• **Requirement**:
The lines from the first line of the entries through the line containing "#: Every this" are to be repeated exactly, with both of those lines included.
↓
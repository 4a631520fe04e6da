"""Doubts about when frames were taken: gaps, missing numbers, disorder, pictures shown twice."""

from __future__ import annotations

import re
from collections.abc import Iterator, Sequence
from dataclasses import dataclass
from itertools import pairwise
from pathlib import Path
from typing import Any

import numpy as np
from numpy.typing import NDArray

from dic.errors import Notice, listed

#: An interval longer than this many usual ones is a gap: one dropped frame makes two of it.
GAP = 1.5
#: Every this many rows are compared first: pictures that differ nearly always differ there.
_ROWS_APART = 61


@dataclass(frozen=True)
class Gap:
    """Two frames that follow one another later than usual.

    Attributes
    ----------
    after, before
        Names of the two.
    duration_s
        Time between them, s.
    """

    after: str
    before: str
    duration_s: float


def gaps(names: Sequence[str], time_s: NDArray[np.float64]) -> tuple[Gap, ...]:
    """List the gaps in the frames' times.

    Parameters
    ----------
    names, time_s
        The frames in order, n of them.

    Returns
    -------
    tuple of Gap
        Where an interval is longer than 1.5 times the median.
    """
    between = np.diff(time_s)
    if len(between) < 2:
        return ()
    late = np.flatnonzero(between > GAP * np.median(between)).tolist()
    return tuple(Gap(names[k], names[k + 1], float(between[k])) for k in late)


def gap_doubts(names: Sequence[str], time_s: NDArray[np.float64]) -> Iterator[Notice]:
    """Tell of gaps in the times: the frames between were not measured, the others are where they belong."""
    found = gaps(names, time_s)
    if found:
        said = [f"{gap.duration_s:.4g} s after {gap.after}" for gap in found]
        yield Notice(
            "frames_dropped",
            f"Frames seem to be missing where the time between two is more than {GAP} times the usual "
            f"{np.median(np.diff(time_s)):.4g} s: {listed(said)}; the others keep their own times.",
        )


def number_gaps(names: Sequence[str]) -> list[tuple[str, str]]:
    """Return the pairs of names between which numbers are missing.

    Every second number, say, is a way of numbering; a jump among ones is a gap.
    """
    numbers = [
        int(found[-1]) if (found := re.findall(r"\d{1,12}", Path(name).stem)) else None for name in names
    ]
    jumps = [
        (one, other, b - a)
        for (one, a), (other, b) in pairwise(zip(names, numbers, strict=True))
        if a is not None and b is not None
    ]
    if 1 not in {step for *_, step in jumps}:
        return []
    return [(one, other) for one, other, step in jumps if step > 1]


def number_doubts(names: Sequence[str]) -> Iterator[Notice]:
    """Warn of gaps in the numbering, which a fixed rate would turn into wrong times."""
    found = number_gaps(names)
    if found:
        yield Notice(
            "frame_numbers_missing",
            f"Frame numbers jump from {found[0][0]} to {found[0][1]}"
            + (f" and in {len(found) - 1} more places" if len(found) > 1 else "")
            + "; if frames are missing, all later times are too early: give frames.times instead of a rate, "
            'or, where the numbers count frames, clock = "names" with {frame} in name_time beside it.',
        )


def order_doubts(names: Sequence[str], order: Sequence[int]) -> Iterator[Notice]:
    """Tell which frames were put elsewhere because of their times."""
    out = [names[b] for a, b in pairwise(order) if b < a]
    if out:
        yield Notice(
            "frames_reordered",
            f"The order of names is not the order of times; frames were put in order of time: {listed(out)} "
            "would have come earlier by name. Check that the times are right.",
        )


class RepeatWatch:
    """Tells frame by frame whether a camera froze, that is, shows the picture before again.

    Two exposures never give the same picture, because each pixel has its own noise.  Only a source
    whose first two pictures are the same may be without noise (a drawn test), and is left alone.

    Parameters
    ----------
    alike_at_rest
        Whether compression may have taken the noise out, so that frames at rest are the same by right;
        the source then is left alone.
    """

    def __init__(self, *, alike_at_rest: bool = False) -> None:
        self._last: NDArray[Any] | None = None
        self._noisy: bool | None = False if alike_at_rest else None

    def frozen(self, frame: NDArray[Any]) -> bool:
        """Whether the next frame repeats the one before it in a source that has noise."""
        last, self._last = self._last, frame
        if last is None:
            return False
        same = same_picture(last, frame)
        if self._noisy is None:
            self._noisy = not same
        return same and self._noisy


def same_picture(one: NDArray[Any], other: NDArray[Any]) -> bool:
    """Whether two pictures are identical in every pixel."""
    return np.array_equal(one[::_ROWS_APART], other[::_ROWS_APART]) and np.array_equal(one, other)
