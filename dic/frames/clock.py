"""When each frame was taken, on the camera's own clock."""

from __future__ import annotations

from pathlib import Path

import numpy as np
from numpy.typing import NDArray

from dic.errors import FrameError
from dic.frames.readers import READERS
from dic.quantities import factor, split_header
from dic.tables import Table, read_table
from dic.testfile import Frames

MOST_BYTES = 50_000_000


def frame_times(section: Frames, folder: Path, names: list[str]) -> NDArray[np.float64]:
    """Return the time of each frame, s, shape (n,).

    Parameters
    ----------
    section
        ``[frames]`` of the test file: a fixed ``rate``, or ``times``, a table with a column of file
        names (or none: then one row per frame, in order) and a column of times whose header holds
        the unit, see `dic.tables`.
    folder
        What relative paths start from.
    names
        The frames' file names in order.

    Raises
    ------
    FrameError
        If the file cannot be read, misses a frame or a unit, or time does not increase.
    """
    if section.rate is not None:
        return section.start + np.arange(len(names)) / section.rate
    assert section.times is not None  # noqa: S101  (the test file's check)
    time = section.start + _from_file(folder / section.times, names)
    back = np.flatnonzero(~(np.diff(time) > 0))
    if len(back):
        raise FrameError(
            f"time does not increase from frame {names[back[0]]} to {names[back[0] + 1]}",
            where=section.times,
            remedy="correct the times file",
        )
    return time


def _from_file(path: Path, names: list[str]) -> NDArray[np.float64]:
    table = read_table(path, FrameError, key="frames.times", most_bytes=MOST_BYTES)
    column = _time_column(table)
    time = table.numbers(column) * _seconds(table, column)
    rows = _rows_by_name(table, names)
    if rows is not None:
        return time[rows]
    if len(time) != len(names):
        raise FrameError(
            f"lists {len(time)} times for {len(names)} frames", where=str(path), remedy="one row per frame"
        )
    return time


def _time_column(table: Table) -> int:
    for position, header in enumerate(table.headers):
        if split_header(header)[0].lower() in ("time", "t"):
            return position
    raise FrameError(
        "has no column 'time'", where=str(table.path), remedy=f"there are: {', '.join(table.headers)}"
    )


def _seconds(table: Table, column: int) -> float:
    """Return what the column's unit is worth in seconds."""
    header = table.headers[column]
    unit = split_header(header)[1]
    where = f"{table.path}, column '{header}'"
    if unit is None:
        raise FrameError("says no unit", where=where, remedy='write for example "time (s)"')
    try:
        return factor(unit, "time")
    except ValueError as error:
        raise FrameError(str(error), where=where) from error


def _rows_by_name(table: Table, names: list[str]) -> list[int] | None:
    """Return the row of each frame where the table names frames; None where it lists them in order."""
    if len(set(names)) < len(names):  # the pages of one file
        return None
    for position, header in enumerate(table.headers):
        cells = table.cells[position].str.strip()
        if not (cells.isin(names) | cells.str.lower().str.endswith(tuple(READERS))).any():
            continue
        rows = {name: row for row, name in enumerate(cells)}
        missing = [name for name in names if name not in rows]
        if missing:
            more = f" and {len(missing) - 1} more" if len(missing) > 1 else ""
            raise FrameError(
                f"has no row for frame {missing[0]}{more}",
                where=f"{table.path}, column '{header}'",
                remedy="name every frame as its file is named",
            )
        twice = cells[cells.isin(names) & cells.duplicated()]
        if len(twice):
            raise FrameError(
                f"names {twice.iloc[0]} twice",
                where=f"{table.path}, row {twice.index[0]}",
                remedy="keep one row per frame",
            )
        return [rows[name] for name in names]
    return None
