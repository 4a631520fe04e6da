"""Motions: maps from material (reference) coordinates X, Y to displaced coordinates x, y, in px.

x runs to the right, y down.  The coupon's axis makes `axis_angle_deg` with the vertical, clockwise
as seen; its unit vector is (−sin, cos), the transverse one (cos, sin).
"""

from __future__ import annotations

from collections.abc import Callable
from dataclasses import dataclass
from typing import Protocol

import numpy as np
from numba import njit
from numpy.typing import NDArray

Floats = NDArray[np.float64]
Numbers = Floats | float
Pair = tuple[Floats, Floats]

#: The inverse of a motion without closed form is iterated to this, px.
INVERSE_TOLERANCE = 1e-10
_MAX_ITERATIONS = 500
_NO_INVERSE = "the motion has no inverse that could be found; its gradients are too large"


class Motion(Protocol):
    """A map of the plane with its inverse."""

    def __call__(self, X: Numbers, Y: Numbers) -> Pair:
        """Return where the material points X, Y have gone, px."""
        ...

    def inverse(self, x: Numbers, y: Numbers) -> Pair:
        """Return which material points have come to x, y, px."""
        ...


@dataclass(frozen=True)
class Affine:
    """x = centre + shift + F (X − centre).

    Attributes
    ----------
    gradient
        F, rows ((xX, xY), (yX, yY)), dimensionless.
    centre, shift
        (x, y), px.
    """

    gradient: tuple[tuple[float, float], tuple[float, float]] = ((1.0, 0.0), (0.0, 1.0))
    centre: tuple[float, float] = (0.0, 0.0)
    shift: tuple[float, float] = (0.0, 0.0)

    def __call__(self, X: Numbers, Y: Numbers) -> Pair:
        """Return the displaced coordinates, px."""
        (a, b), (c, d) = self.gradient
        X, Y = np.asarray(X) - self.centre[0], np.asarray(Y) - self.centre[1]
        return (
            a * X + b * Y + (self.centre[0] + self.shift[0]),
            c * X + d * Y + (self.centre[1] + self.shift[1]),
        )

    def inverse(self, x: Numbers, y: Numbers) -> Pair:
        """Return the material coordinates, px, in closed form."""
        return self._back(
            np.asarray(x) - (self.centre[0] + self.shift[0]),
            np.asarray(y) - (self.centre[1] + self.shift[1]),
            self.centre,
        )

    def _back(self, dx: Floats, dy: Floats, origin: tuple[float, float] = (0.0, 0.0)) -> Pair:
        """Turn a difference in space into one in the material, counted from an origin."""
        (a, b), (c, d) = self.gradient
        size = a * d - b * c
        return (
            (d / size) * dx - (b / size) * dy + origin[0],
            (a / size) * dy - (c / size) * dx + origin[1],
        )


def rigid(dx: float, dy: float) -> Affine:
    """Return a translation by dx, dy, px."""
    return Affine(shift=(dx, dy))


def rotation(angle_deg: float, centre: tuple[float, float] = (0.0, 0.0)) -> Affine:
    """Return a rotation about a centre (px), clockwise as seen."""
    c, s = _cos_sin(angle_deg)
    return Affine(((c, -s), (s, c)), centre)


def homogeneous(
    axial: float,
    transverse: float,
    shear: float = 0.0,
    *,
    axis_angle_deg: float = 0.0,
    centre: tuple[float, float] = (0.0, 0.0),
    shift: tuple[float, float] = (0.0, 0.0),
) -> Affine:
    """Return a homogeneous strain in coupon axes about a centre.

    Parameters
    ----------
    axial, transverse
        Engineering strains, dimensionless.
    shear
        Engineering shear angle, shared equally between the two axes (no rotation for small shear).
    axis_angle_deg
        Angle of the coupon's axis from the vertical, clockwise as seen.
    centre, shift
        The centre and where it goes, px.
    """
    c, s = _cos_sin(axis_angle_deg)
    turn = np.array([[c, -s], [s, c]])
    stretch = np.array([[1 + transverse, shear / 2], [shear / 2, 1 + axial]])
    (a, b), (d, e) = (turn @ stretch @ turn.T).tolist()
    return Affine(((a, b), (d, e)), centre, shift)


@dataclass(frozen=True)
class Bending:
    """A homogeneous strain plus pure bending in the picture's plane.

    With a along the coupon and t across it, from the centre, bending adds the displacements
    κ·a·t along and −κ·(a² + ν·t²)/2 across: axial strain κ·t, transverse strain −ν·κ·t, no shear
    (Saint-Venant's solution; Timoshenko & Goodier, *Theory of Elasticity*, pure bending of bars).

    Attributes
    ----------
    straight
        The homogeneous part.
    axis_angle_deg
        Angle of the coupon's axis from the vertical, clockwise as seen.
    curvature
        κ, 1/px.
    contraction
        ν, transverse contraction per axial strain.
    """

    straight: Affine
    axis_angle_deg: float
    curvature: float
    contraction: float

    def __call__(self, X: Numbers, Y: Numbers) -> Pair:
        """Return the displaced coordinates, px."""
        x, y = self.straight(X, Y)
        c, s = _cos_sin(self.axis_angle_deg)
        X, Y = np.asarray(X) - self.straight.centre[0], np.asarray(Y) - self.straight.centre[1]
        along, across = c * Y - s * X, c * X + s * Y
        u_along = self.curvature * along * across
        u_across = -self.curvature / 2 * (along**2 + self.contraction * across**2)
        return x + (c * u_across - s * u_along), y + (s * u_across + c * u_along)

    def inverse(self, x: Numbers, y: Numbers) -> Pair:
        """Return the material coordinates, px, to `INVERSE_TOLERANCE`.

        Raises
        ------
        ValueError
            If the bend is so sharp that no inverse is found.
        """
        X, Y = self.straight.inverse(x, y)
        X, Y = (np.array(np.broadcast_to(side, np.broadcast_shapes(X.shape, Y.shape))) for side in (X, Y))
        c, s = _cos_sin(self.axis_angle_deg)
        turn = np.array([[c, s], [-s, c]])  # to (across, along)
        gradient = turn @ np.array(self.straight.gradient) @ turn.T
        inside = _unbend(
            X.reshape(-1),
            Y.reshape(-1),
            self.straight.centre,
            (c, s),
            np.linalg.inv(gradient),
            self.curvature,
            self.contraction,
        )
        if not inside:
            raise ValueError(_NO_INVERSE)
        return X, Y


@dataclass(frozen=True)
class Sinusoid:
    """Displacement that varies as a sine: amplitude·sin(2π·s/wavelength + phase).

    Attributes
    ----------
    amplitude, wavelength
        In px.
    wave_deg
        Direction in which s is counted; from the vertical, clockwise as seen.
    along_deg
        Direction of the displacement; equal to `wave_deg` for a longitudinal wave.
    phase
        In radians.
    """

    amplitude: float
    wavelength: float
    wave_deg: float = 0.0
    along_deg: float = 0.0
    phase: float = 0.0

    def __post_init__(self) -> None:
        if abs(self.amplitude) * 2 * np.pi >= self.wavelength:
            raise ValueError("a sinusoid as steep as this folds the picture; lower amplitude / wavelength")

    def __call__(self, X: Numbers, Y: Numbers) -> Pair:
        """Return the displaced coordinates, px."""
        c, s = _cos_sin(self.wave_deg)
        place = c * np.asarray(Y) - s * np.asarray(X)
        size = self.amplitude * np.sin(2 * np.pi / self.wavelength * place + self.phase)
        c, s = _cos_sin(self.along_deg)
        return X - s * size, Y + c * size

    def inverse(self, x: Numbers, y: Numbers) -> Pair:
        """Return the material coordinates, px, to `INVERSE_TOLERANCE`."""
        return _solve(self, Affine(), x, y)


@dataclass(frozen=True)
class Displacement:
    """Any displacement field, given as a function.

    Attributes
    ----------
    field
        Called with X, Y (px), returns the displacements u, v (px).  Its gradients must stay below
        1, or the inverse is not found.
    """

    field: Callable[[Floats, Floats], Pair]

    def __call__(self, X: Numbers, Y: Numbers) -> Pair:
        """Return the displaced coordinates, px."""
        X, Y = np.asarray(X, dtype=float), np.asarray(Y, dtype=float)
        u, v = self.field(X, Y)
        return X + u, Y + v

    def inverse(self, x: Numbers, y: Numbers) -> Pair:
        """Return the material coordinates, px, to `INVERSE_TOLERANCE`."""
        return _solve(self, Affine(), x, y)


def _solve(motion: Motion, like: Affine, x: Numbers, y: Numbers) -> Pair:
    """Invert a motion by Newton steps with the constant gradient of a similar one.

    Raises
    ------
    ValueError
        If the steps do not die out, because the motion is too far from `like` or folds.
    """
    x, y = np.asarray(x, dtype=float), np.asarray(y, dtype=float)
    X, Y = like.inverse(x, y)
    for _ in range(_MAX_ITERATIONS):
        x_now, y_now = motion(X, Y)
        dX, dY = like._back(x - x_now, y - y_now)
        X, Y = X + dX, Y + dY
        step = max(np.abs(dX).max(initial=0.0), np.abs(dY).max(initial=0.0))
        if step < INVERSE_TOLERANCE:
            return X, Y
        if not np.isfinite(step):
            break
    raise ValueError(_NO_INVERSE)


def _cos_sin(angle_deg: float) -> tuple[float, float]:
    # Exact at whole quarter turns, where cos and sin of the rounded radians are not.
    quarter, rest = divmod(angle_deg, 90.0)
    c, s = float(np.cos(np.radians(rest))), float(np.sin(np.radians(rest)))
    turned: list[tuple[float, float]] = [(c, s), (-s, c), (-c, -s), (s, -c)]
    return turned[int(quarter) % 4]


# No fast-math here: the same seed must give the same bytes on every processor.
@njit(nogil=True, cache=True)
def _unbend(X, Y, centre, cos_sin, back, curvature, contraction):  # type: ignore[no-untyped-def]  # Numba finds the types
    """Take bending out of points whose homogeneous part has been undone, in place.

    The straight motion S and the bow b give x = S(X) + b(X); with X' the inverse of S at x, that is
    X = X' − F⁻¹·b(X), a contraction because bending is slight.  Point by point, since as whole
    arrays the same steps took four times as long as the texture.
    """
    c, s = cos_sin
    for k in range(X.size):
        x, y = X[k] - centre[0], Y[k] - centre[1]
        across0, along0 = c * x + s * y, c * y - s * x
        across, along = across0, along0
        step = np.inf
        for _ in range(_MAX_ITERATIONS):
            u_along = curvature * along * across
            u_across = -curvature / 2 * (along * along + contraction * across * across)
            new_across = across0 - (back[0, 0] * u_across + back[0, 1] * u_along)
            new_along = along0 - (back[1, 0] * u_across + back[1, 1] * u_along)
            step = abs(new_across - across) + abs(new_along - along)
            across, along = new_across, new_along
            if step < INVERSE_TOLERANCE or not step < 1e9:
                break
        if not step < INVERSE_TOLERANCE:
            return False
        X[k] = centre[0] + c * across - s * along
        Y[k] = centre[1] + s * across + c * along
    return True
↑
• **Solution to this exercise**:
repository 4a631520fe04e6da
"""Doubts about when frames were taken: gaps, missing numbers, disorder, pictures shown twice."""

from __future__ import annotations

import re
from collections.abc import Iterator, Sequence
from dataclasses import dataclass
from itertools import pairwise
from pathlib import Path
from typing import Any

import numpy as np
from numpy.typing import NDArray

from dic.errors import Notice, listed

#: An interval longer than this many usual ones is a gap: one dropped frame makes two of it.
GAP = 1.5
#: Every this many rows are compared first: pictures that differ nearly always differ there.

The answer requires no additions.